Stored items

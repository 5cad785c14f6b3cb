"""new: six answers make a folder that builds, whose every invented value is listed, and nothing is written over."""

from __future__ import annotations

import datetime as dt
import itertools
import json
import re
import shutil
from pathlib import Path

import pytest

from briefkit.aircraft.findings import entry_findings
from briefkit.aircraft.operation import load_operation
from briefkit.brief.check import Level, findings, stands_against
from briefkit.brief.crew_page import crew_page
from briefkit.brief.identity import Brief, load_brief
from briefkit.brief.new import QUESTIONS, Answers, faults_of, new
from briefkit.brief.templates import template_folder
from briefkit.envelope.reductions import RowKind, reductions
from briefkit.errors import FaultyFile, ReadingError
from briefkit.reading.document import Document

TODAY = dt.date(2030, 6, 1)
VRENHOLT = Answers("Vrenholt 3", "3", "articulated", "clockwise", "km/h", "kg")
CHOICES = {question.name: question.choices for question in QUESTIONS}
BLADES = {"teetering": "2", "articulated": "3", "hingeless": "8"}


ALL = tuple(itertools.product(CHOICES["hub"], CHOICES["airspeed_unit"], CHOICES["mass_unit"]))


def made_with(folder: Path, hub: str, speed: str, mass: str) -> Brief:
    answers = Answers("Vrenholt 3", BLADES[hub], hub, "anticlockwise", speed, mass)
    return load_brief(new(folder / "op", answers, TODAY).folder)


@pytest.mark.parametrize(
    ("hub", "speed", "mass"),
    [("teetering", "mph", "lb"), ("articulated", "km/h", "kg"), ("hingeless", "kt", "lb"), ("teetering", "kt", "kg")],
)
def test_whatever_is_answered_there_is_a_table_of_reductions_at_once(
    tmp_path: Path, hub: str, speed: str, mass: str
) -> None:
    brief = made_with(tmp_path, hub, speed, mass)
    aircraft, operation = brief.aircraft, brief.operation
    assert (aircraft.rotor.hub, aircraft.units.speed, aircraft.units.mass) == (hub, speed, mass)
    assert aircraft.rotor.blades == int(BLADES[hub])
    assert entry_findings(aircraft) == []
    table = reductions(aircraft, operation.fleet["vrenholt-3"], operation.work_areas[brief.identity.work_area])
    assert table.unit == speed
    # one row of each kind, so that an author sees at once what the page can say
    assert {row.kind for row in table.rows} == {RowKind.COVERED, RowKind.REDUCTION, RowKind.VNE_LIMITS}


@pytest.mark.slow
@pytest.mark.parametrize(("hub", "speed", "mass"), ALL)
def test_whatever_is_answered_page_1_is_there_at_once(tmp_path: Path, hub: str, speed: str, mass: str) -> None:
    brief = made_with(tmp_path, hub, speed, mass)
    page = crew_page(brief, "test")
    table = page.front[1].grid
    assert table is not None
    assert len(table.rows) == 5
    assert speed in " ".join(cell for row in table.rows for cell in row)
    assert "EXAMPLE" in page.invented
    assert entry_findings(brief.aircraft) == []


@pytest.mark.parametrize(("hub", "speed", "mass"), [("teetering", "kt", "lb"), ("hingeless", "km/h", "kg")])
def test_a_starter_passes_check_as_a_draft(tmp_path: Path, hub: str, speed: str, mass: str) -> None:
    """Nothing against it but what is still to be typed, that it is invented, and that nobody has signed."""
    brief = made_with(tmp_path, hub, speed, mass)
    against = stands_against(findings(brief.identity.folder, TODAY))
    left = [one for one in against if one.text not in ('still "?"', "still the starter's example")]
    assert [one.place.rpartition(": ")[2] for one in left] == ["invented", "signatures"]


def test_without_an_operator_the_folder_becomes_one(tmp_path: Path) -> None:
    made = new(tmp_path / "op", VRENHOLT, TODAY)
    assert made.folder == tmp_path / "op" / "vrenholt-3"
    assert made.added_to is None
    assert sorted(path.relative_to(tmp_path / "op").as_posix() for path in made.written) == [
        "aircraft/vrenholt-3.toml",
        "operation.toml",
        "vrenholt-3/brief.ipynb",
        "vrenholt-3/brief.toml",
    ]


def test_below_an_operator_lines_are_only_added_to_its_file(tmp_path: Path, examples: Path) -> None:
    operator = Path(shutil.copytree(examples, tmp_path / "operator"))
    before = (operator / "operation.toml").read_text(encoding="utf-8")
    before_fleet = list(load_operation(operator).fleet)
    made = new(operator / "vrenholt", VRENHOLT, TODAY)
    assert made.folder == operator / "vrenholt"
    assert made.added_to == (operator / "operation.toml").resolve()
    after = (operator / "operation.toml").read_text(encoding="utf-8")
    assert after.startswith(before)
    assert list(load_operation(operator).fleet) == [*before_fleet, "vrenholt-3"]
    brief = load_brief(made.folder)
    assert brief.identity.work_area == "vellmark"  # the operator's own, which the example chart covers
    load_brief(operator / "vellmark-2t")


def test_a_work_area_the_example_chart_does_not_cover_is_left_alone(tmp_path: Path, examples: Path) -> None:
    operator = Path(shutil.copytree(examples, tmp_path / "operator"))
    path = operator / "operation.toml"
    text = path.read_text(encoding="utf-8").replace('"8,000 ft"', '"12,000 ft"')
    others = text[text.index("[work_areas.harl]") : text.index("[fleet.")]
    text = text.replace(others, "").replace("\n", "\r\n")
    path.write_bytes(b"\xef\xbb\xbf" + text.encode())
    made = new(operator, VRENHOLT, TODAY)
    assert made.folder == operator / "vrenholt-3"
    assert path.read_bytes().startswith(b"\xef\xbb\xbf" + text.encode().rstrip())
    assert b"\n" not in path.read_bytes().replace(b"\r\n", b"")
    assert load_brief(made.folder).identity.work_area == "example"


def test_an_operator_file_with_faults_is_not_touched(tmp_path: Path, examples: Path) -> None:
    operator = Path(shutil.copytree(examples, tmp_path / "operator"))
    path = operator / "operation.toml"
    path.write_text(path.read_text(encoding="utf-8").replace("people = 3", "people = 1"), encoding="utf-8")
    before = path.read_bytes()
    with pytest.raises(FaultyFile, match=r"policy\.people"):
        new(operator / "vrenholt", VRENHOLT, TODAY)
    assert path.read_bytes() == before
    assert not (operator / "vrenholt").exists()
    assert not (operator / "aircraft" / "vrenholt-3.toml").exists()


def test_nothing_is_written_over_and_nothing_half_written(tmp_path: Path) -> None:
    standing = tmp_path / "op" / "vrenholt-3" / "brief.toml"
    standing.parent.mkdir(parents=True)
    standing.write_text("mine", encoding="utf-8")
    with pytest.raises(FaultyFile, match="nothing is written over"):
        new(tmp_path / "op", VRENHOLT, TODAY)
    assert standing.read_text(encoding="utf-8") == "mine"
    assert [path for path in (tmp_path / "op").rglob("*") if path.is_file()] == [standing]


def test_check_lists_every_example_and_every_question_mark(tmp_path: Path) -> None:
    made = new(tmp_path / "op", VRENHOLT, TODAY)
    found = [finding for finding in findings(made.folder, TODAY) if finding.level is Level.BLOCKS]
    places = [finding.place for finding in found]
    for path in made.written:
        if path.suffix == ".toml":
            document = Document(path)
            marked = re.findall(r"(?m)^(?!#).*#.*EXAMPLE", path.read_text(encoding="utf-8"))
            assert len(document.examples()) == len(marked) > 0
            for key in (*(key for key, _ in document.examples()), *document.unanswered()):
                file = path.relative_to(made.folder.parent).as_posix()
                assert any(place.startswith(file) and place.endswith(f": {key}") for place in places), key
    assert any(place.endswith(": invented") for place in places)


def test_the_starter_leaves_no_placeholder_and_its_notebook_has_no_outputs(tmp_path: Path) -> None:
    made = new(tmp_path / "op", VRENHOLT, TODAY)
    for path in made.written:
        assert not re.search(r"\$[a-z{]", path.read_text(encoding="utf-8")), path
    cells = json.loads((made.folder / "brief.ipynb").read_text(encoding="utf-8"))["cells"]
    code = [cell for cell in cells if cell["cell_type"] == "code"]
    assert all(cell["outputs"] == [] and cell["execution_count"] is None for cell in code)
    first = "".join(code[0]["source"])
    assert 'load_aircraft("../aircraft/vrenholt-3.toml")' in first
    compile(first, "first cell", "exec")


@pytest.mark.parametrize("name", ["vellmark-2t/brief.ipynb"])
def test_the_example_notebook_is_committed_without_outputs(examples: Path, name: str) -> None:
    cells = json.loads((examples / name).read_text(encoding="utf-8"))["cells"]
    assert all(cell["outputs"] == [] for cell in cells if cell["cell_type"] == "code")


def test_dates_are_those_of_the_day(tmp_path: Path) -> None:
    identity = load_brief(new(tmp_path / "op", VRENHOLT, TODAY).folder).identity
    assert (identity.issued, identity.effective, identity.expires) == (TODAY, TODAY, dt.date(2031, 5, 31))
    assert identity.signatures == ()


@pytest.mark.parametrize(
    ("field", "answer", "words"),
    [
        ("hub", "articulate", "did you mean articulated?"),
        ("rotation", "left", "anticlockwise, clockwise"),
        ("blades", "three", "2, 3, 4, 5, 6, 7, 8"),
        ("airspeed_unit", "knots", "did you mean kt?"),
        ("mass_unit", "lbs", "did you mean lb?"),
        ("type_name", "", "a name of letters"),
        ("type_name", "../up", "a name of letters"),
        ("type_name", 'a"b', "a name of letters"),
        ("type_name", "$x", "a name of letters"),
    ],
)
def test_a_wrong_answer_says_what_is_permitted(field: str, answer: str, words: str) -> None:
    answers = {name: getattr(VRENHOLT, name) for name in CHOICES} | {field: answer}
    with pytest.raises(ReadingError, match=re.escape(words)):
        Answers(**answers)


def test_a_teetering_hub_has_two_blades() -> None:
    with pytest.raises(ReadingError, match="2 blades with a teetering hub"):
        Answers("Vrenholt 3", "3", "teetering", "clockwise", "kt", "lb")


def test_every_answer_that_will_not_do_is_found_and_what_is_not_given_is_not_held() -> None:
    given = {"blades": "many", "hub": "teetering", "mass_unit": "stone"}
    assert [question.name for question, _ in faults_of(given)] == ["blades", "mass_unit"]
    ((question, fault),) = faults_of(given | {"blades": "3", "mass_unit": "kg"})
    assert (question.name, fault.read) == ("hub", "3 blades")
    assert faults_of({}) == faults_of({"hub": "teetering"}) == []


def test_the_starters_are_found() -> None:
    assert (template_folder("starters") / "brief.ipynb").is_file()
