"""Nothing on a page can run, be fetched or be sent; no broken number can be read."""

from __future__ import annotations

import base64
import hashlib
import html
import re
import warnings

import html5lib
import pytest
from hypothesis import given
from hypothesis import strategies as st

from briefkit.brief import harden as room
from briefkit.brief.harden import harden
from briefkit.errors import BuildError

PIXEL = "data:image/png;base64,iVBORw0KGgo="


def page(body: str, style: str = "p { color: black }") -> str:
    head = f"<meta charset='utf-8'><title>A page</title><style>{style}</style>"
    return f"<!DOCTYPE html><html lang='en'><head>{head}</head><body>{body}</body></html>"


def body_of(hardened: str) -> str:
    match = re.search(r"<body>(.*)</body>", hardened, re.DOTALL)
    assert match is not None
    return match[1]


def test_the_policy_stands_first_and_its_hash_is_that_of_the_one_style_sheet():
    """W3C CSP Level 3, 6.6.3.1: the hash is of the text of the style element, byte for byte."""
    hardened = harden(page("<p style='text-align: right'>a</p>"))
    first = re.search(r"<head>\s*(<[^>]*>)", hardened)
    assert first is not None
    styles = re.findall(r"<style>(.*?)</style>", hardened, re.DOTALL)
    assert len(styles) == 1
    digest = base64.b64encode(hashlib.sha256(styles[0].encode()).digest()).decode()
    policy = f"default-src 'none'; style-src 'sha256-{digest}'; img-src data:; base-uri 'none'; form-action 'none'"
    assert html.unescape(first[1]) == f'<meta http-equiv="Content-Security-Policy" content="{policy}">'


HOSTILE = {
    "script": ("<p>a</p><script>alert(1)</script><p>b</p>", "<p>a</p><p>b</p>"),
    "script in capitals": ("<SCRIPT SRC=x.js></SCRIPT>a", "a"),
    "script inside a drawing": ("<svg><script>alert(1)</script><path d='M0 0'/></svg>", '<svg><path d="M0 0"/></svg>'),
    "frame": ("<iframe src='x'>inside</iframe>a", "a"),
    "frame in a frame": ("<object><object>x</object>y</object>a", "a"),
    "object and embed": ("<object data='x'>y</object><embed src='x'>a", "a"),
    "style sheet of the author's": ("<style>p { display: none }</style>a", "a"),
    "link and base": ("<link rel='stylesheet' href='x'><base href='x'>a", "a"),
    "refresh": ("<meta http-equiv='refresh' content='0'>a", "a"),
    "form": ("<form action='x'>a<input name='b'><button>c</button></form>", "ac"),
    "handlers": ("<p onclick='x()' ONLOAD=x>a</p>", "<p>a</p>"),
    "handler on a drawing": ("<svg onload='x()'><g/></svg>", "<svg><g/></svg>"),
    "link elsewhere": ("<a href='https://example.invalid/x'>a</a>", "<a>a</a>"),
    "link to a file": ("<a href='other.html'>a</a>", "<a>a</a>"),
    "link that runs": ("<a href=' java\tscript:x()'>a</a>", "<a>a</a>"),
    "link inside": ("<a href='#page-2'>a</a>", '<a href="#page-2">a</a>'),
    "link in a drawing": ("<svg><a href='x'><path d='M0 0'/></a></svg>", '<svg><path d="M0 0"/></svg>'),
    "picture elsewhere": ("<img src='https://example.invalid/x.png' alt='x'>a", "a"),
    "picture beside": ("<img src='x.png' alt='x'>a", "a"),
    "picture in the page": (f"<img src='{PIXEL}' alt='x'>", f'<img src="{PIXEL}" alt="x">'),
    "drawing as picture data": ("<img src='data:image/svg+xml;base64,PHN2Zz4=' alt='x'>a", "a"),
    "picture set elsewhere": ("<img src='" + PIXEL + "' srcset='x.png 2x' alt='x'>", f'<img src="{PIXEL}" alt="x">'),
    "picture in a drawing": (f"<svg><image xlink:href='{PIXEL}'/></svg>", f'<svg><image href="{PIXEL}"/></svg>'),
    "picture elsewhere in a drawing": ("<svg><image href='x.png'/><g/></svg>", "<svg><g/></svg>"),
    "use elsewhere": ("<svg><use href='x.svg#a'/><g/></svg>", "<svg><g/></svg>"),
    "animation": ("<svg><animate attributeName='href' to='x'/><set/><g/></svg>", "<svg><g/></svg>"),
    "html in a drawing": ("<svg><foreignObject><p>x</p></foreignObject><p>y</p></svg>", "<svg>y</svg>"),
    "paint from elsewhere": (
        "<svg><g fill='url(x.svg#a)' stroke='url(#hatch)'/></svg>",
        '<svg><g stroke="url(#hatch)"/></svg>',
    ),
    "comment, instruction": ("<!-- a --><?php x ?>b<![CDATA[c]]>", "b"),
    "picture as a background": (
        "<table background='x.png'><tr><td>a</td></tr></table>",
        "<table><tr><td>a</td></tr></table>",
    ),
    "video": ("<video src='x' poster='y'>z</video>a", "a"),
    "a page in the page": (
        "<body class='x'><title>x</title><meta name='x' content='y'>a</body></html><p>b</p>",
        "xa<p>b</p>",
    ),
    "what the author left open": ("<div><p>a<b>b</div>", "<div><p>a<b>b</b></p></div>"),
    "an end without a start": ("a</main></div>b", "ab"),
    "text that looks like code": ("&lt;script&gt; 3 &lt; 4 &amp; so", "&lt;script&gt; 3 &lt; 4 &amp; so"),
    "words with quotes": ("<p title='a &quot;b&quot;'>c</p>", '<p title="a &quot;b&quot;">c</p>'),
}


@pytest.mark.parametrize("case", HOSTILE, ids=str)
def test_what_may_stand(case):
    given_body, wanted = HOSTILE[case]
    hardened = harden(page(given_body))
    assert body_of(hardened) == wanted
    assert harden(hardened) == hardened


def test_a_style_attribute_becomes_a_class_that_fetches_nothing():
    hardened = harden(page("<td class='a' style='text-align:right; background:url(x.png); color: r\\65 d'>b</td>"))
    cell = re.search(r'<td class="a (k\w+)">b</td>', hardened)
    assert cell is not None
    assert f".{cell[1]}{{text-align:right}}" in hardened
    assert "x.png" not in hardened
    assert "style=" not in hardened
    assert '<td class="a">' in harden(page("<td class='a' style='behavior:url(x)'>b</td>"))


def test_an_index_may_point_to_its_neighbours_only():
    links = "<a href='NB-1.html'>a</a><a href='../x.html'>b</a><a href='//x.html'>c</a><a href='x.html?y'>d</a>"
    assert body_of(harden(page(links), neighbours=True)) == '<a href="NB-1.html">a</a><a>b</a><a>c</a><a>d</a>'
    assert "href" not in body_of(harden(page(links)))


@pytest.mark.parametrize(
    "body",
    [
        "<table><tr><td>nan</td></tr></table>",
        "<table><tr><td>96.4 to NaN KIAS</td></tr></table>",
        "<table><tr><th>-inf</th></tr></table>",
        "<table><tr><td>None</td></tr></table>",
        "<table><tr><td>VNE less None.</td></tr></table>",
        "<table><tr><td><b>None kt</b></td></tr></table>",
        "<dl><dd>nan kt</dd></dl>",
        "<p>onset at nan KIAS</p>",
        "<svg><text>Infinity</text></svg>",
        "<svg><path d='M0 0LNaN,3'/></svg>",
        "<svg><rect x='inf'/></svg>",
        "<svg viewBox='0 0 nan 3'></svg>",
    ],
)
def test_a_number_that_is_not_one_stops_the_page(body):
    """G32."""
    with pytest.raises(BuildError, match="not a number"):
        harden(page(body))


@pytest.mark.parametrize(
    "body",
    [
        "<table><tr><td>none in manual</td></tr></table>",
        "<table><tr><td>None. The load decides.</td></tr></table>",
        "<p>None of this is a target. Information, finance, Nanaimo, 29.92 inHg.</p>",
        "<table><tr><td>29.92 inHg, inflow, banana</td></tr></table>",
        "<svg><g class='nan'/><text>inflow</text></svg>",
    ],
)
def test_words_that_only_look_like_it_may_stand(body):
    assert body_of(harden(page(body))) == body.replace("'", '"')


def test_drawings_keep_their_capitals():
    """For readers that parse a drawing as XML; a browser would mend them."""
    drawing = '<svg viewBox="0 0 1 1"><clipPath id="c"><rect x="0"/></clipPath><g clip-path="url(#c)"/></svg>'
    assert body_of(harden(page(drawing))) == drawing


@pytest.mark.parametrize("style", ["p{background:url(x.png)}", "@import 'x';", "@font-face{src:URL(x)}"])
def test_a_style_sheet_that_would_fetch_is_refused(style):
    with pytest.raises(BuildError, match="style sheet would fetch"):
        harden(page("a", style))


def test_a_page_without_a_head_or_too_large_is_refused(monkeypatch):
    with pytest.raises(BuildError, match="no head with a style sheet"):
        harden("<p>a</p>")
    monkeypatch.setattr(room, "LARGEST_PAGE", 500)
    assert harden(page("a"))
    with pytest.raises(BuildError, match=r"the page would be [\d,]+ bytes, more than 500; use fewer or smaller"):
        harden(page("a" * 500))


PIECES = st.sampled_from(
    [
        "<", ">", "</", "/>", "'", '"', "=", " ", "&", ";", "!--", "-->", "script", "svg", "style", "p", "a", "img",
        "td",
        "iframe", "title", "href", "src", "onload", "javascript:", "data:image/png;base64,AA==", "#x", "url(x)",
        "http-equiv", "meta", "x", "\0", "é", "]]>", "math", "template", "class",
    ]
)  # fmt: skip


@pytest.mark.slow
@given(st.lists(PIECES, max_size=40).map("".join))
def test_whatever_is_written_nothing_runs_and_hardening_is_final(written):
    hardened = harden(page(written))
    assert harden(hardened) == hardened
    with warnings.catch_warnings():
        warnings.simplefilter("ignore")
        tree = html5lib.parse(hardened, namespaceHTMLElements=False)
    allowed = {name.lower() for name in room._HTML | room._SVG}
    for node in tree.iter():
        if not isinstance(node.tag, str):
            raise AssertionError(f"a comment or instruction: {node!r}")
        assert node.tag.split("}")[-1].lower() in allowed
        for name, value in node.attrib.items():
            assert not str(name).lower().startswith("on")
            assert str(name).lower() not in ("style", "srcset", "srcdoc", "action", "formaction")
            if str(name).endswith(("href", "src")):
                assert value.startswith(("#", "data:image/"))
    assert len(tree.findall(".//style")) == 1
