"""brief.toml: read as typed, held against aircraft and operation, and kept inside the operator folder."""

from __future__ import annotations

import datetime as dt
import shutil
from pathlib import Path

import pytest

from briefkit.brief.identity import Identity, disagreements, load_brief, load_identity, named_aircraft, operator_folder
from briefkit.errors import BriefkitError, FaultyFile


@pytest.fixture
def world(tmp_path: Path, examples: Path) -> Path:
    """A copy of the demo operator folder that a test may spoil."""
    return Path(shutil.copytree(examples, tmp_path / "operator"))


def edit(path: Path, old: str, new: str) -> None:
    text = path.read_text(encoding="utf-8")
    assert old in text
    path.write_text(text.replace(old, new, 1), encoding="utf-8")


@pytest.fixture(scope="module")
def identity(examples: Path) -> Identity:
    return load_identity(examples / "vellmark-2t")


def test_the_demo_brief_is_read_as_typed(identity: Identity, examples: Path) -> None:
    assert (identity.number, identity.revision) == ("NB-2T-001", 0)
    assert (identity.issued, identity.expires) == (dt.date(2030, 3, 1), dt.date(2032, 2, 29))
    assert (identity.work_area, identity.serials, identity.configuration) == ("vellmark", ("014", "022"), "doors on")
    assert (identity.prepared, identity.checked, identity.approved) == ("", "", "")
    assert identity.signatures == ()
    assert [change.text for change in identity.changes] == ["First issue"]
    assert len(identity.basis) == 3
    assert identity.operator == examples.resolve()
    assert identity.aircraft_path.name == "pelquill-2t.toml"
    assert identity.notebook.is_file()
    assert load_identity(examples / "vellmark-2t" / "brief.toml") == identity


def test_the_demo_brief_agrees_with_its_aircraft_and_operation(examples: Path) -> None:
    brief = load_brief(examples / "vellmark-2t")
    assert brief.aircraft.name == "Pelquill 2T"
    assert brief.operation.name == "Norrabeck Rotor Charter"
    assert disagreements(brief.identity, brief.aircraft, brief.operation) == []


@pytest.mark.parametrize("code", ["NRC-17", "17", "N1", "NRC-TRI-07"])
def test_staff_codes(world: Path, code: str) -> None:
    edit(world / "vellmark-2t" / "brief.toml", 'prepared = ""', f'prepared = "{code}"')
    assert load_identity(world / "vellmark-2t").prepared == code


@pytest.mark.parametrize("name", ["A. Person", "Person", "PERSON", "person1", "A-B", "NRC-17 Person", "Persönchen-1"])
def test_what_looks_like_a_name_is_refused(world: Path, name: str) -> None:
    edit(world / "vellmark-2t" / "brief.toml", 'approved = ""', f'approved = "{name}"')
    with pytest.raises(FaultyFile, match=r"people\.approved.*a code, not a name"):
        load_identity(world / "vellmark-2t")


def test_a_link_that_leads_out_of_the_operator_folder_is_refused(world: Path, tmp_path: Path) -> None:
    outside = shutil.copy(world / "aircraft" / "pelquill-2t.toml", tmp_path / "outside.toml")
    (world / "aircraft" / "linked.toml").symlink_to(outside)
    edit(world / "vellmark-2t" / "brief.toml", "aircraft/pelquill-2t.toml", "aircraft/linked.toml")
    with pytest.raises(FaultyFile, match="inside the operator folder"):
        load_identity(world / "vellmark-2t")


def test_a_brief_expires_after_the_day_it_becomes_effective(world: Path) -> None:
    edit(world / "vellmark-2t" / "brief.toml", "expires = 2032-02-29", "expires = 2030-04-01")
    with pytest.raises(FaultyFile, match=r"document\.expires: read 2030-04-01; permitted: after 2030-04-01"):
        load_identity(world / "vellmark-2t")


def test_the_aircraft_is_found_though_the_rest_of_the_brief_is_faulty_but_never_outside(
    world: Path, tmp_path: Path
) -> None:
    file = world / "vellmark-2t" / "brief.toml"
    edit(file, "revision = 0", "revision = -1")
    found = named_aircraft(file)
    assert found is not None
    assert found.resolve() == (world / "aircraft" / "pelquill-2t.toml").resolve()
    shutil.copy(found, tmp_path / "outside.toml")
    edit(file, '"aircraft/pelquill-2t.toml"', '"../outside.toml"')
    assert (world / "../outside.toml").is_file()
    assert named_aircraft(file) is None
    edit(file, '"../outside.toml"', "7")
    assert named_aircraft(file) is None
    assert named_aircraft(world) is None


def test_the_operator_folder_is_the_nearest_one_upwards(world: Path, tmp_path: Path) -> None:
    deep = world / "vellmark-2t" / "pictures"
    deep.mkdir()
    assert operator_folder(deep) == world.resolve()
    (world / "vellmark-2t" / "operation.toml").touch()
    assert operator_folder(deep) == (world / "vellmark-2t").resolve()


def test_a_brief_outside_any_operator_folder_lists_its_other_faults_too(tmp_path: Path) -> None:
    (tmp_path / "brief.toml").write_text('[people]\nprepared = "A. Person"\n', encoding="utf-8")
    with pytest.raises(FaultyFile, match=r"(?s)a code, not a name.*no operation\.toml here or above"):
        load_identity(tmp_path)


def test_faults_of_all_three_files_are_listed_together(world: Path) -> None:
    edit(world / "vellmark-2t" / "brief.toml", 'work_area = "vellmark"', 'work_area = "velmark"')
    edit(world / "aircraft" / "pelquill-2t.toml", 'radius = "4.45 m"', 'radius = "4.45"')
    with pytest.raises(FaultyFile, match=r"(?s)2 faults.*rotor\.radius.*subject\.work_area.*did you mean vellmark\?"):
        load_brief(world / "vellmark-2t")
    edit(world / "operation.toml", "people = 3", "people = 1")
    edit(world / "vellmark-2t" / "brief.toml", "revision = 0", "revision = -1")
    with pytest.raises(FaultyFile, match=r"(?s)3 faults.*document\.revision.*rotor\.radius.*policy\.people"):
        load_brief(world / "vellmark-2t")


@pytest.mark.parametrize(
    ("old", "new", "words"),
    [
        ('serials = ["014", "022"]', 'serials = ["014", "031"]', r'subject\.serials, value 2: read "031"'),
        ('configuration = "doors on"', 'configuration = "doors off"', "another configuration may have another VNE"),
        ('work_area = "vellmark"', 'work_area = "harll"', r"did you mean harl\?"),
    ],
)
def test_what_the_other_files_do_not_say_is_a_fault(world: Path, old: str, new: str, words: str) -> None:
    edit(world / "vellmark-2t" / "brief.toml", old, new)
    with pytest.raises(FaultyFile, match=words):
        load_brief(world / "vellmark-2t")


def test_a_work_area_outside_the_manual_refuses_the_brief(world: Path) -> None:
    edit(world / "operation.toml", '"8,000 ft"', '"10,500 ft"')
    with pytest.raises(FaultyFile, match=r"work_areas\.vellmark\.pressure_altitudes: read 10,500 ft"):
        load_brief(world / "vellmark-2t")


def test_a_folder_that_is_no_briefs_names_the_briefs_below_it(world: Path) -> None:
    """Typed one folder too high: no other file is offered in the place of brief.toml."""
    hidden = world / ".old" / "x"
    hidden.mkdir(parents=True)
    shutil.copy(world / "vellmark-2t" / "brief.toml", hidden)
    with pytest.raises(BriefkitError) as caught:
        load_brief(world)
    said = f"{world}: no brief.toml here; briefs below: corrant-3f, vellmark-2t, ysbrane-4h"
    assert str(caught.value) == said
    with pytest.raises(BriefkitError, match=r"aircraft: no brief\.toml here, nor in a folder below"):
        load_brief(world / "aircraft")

▸ **Task description**
Reproduce each line from the records that contains the word "join".

▸ **Response to the exercise**
    assert speed in " ".join(cell for row in table.rows for cell in row)
    first = "".join(code[0]["source"])
@given(st.lists(PIECES, max_size=40).map("".join))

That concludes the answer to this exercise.